Flight-training schools and aviation colleges and universities in the U.S. similarly depend on student pilots to inform them about psychological or other medical conditions, including their use of prescription drugs. Once mental health problems are identified, schools typically ask students to sign waivers to allow physicians to share medical records; without such a waiver, federal privacy laws preclude doctors from passing on those records.

Many student pilots, however, end up seeking Class 1 medical certificates, the same type airline pilots need, forcing them to answer the FAA’s catalog of questions and face fines for dissembling.
Once pilots are hired, medical examiners have a legal responsibility to warn the FAA—but typically not to alert airlines directly—about serious mental health problems or major medical concerns that could pose risks to passengers, according to Dr. Philip Scarpa, president of the Aerospace Medical Association, an international group that has developed tools to help physicians diagnose psychiatric disorders.

U.S. airlines have their own internal systems to counsel and track problematic pilots, including those previously identified as suffering from depression or personal problems such as divorce or financial pressures.

Bill Yantiss, former safety and security chief at United Airlines, said much of that effort was carried out by pilot union officials, usually with the acquiescence and support of airline management. He said that “95% of the efforts was focused on 5% of the pilots.”

In an interview earlier this week, Mr. Yantiss said aviators in that category “were watched very carefully, but there may or may not have been records” documenting the special screening.
In a statement, Lufthansa said it had given the Düsseldorf Public Prosecutor, “training and medical documents” in which Mr. Lubitz spoke of his past depression.

Last week, Lufthansa Chief Executive Carsten Spohr said he was confident about the airline’s hiring practices. “Those who observe and know us in the branch know we choose our cockpit personnel very, very carefully,” he said at a news conference. “Especially in the selection process we leave a lot of room [to assess] the psychological suitability of the candidate.”

Mr. Spohr said Mr. Lubitz passed all medical and flight tests and checks. “He was 100% airworthy without any restrictions, without any conditions,” he said.

The BEA said its broadened probe into Flight 9525’s crash in the French Alps would examine “the cockpit door locking system logic and cockpit access and exit procedures, as well as the criteria and procedures applied to detect specific psychological profiles.”

Airliner accidents, particularly high-profile crashes that expose fundamental safety gaps, have often been a catalyst for regulators and airlines to take far reaching steps to reshape how the industry functions in the hopes of preventing a repeat. In the past, the type of public anger and demands for action sparked by the Germanwings tragedy have altered the way airlines operate, pilots are trained and planes are equipped.
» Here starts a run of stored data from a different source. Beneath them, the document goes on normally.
import * as z from 'zod';
import { instant } from '../advisory';

const perThreshold = <T extends z.ZodType>(value: T) => z.object({ '34': value, '50': value, '64': value });

/** A count on the forecast track, and over the members (null until they are computed). */
export const spreadSchema = z.object({
  track: z.number(),
  mean: z.number().nullable(),
  p10: z.number().nullable(),
  p50: z.number().nullable(),
  p90: z.number().nullable(),
});
export type Spread = z.infer<typeof spreadSchema>;

/**
 * When a wind starts (or ends) at a place: on the forecast track, and by when it has come in 10, 50 and 90 % of the members
 * that bring it at all. Null: does not come, or comes in too few members to say.
 */
export const momentsSchema = z.object({
  track: instant.nullable(),
  early: instant.nullable(),
  median: instant.nullable(),
  late: instant.nullable(),
});
export type Moments = z.infer<typeof momentsSchema>;

export const chanceSchema = perThreshold(z.number().min(0).max(1).nullable());

/** What moved since the advisory before, stage for stage: null where either side has no value. */
export const zoneChangeSchema = z.object({
  maxWindKt: z.number().nullable(),
  people: perThreshold(z.number().nullable()),
  chance: perThreshold(z.number().nullable()),
  /** Later is positive. */
  arrivalHours: perThreshold(z.number().nullable()),
});
export type ZoneChange = z.infer<typeof zoneChangeSchema>;

export const zoneRowSchema = z.object({
  id: z.string(),
  name: z.string(),
  people: z.number(),
  maxWindKt: z.number(),
  gustKt: z.number(),
  /** Null: rain is not computed in this release. */
  rainMm: z.number().nullable(),
  chance: chanceSchema,
  peopleAtOrAbove: perThreshold(spreadSchema),
  arrival: perThreshold(momentsSchema),
  end: perThreshold(momentsSchema),
  clearanceHours: z.number().nullable(),
  startBy: instant.nullable(),
  /** Start-by less the event's clock when computed; screens count it down from `startBy`. */
  slackHours: z.number().nullable(),
  change: zoneChangeSchema.nullable(),
});
export type ZoneRow = z.infer<typeof zoneRowSchema>;

export const assetRowSchema = z.object({
  id: z.string(),
  layer: z.string(),
  class: z.string(),
  name: z.string(),
  lon: z.number(),
  lat: z.number(),
  people: z.number().nullable(),
  maxWindKt: z.number(),
  gustKt: z.number(),
  rainMm: z.number().nullable(),
  chance: chanceSchema,
  arrival: perThreshold(momentsSchema),
  end: perThreshold(momentsSchema),
});
export type AssetRow = z.infer<typeof assetRowSchema>;

export const classRowSchema = z.object({
  class: z.string(),
  count: z.number(),
  atOrAbove: perThreshold(spreadSchema),
  /** Change in the count on the forecast track since the advisory before. */
  change: perThreshold(z.number().nullable()).nullable(),
});
export type ClassRow = z.infer<typeof classRowSchema>;

export const totalsSchema = z.object({
  people: z.number(),
  peopleInZones: z.number(),
  assets: z.number(),
  peopleAtOrAbove: perThreshold(spreadSchema),
  assetsAtOrAbove: perThreshold(spreadSchema),
  maxWindKt: z.number(),
});
export type Totals = z.infer<typeof totalsSchema>;

export const changeSchema = z.object({
  sinceAdvisoryId: z.string(),
  sinceNumber: z.string(),
  /** On member means when both have them, else on the forecast track. */
  basis: z.enum(['track', 'members']),
  people: perThreshold(z.number()),
  assets: perThreshold(z.number()),
});
export type Change = z.infer<typeof changeSchema>;

/** Evacuation in one line: who must act, and who is next. */
export const evacuationSchema = z.object({
  zonesReached: perThreshold(z.number().int()),
  zonesWithoutClearance: z.number().int(),
  nextStartBy: z.object({ zoneId: z.string(), at: instant }).nullable(),
});

export const impactSchema = z.object({
  eventId: z.string(),
  revision: z.number().int().positive(),
  advisoryId: z.string(),
  stage: z.enum(['track', 'members']),
  members: z.number().int().nonnegative(),
  seed: z.number().int(),
  computedAt: instant,
  totals: totalsSchema,
  zones: z.array(zoneRowSchema),
  classes: z.array(classRowSchema),
  evacuation: evacuationSchema,
  /** The desks that follow; null says "not computed in this release". */
  restoration: z.null(),
  claims: z.null(),
  change: changeSchema.nullable(),
});
export type Impact = z.infer<typeof impactSchema>;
Those efforts have driven airline accident rates to historic lows. The International Air Transport Association said the global jetliner crash rate last year was the lowest ever, with 0.23 aircraft planes destroyed per million flights. The five-year average was more than twice as high.

The BEA is one of the world’s most influential investigators of plane crashes, and its findings are likely to be closely watched by aviation regulators in Europe and the U.S. The investigation will examine “the systemic weaknesses [that] might possibly have led to this aviation disaster or other similar events,” the authority said.

“The current probe is likely to prompt changes world-wide” in pilot medical evaluations, according to Bill Waldock, a professor and director of the aviation crash lab at Embry-Riddle Aeronautical University in Prescott, Arizona. The most likely changes, he said, probably will mirror procedures under which U.S. military pilots undergo full-fledged psychiatric evaluations along with their regular physicals.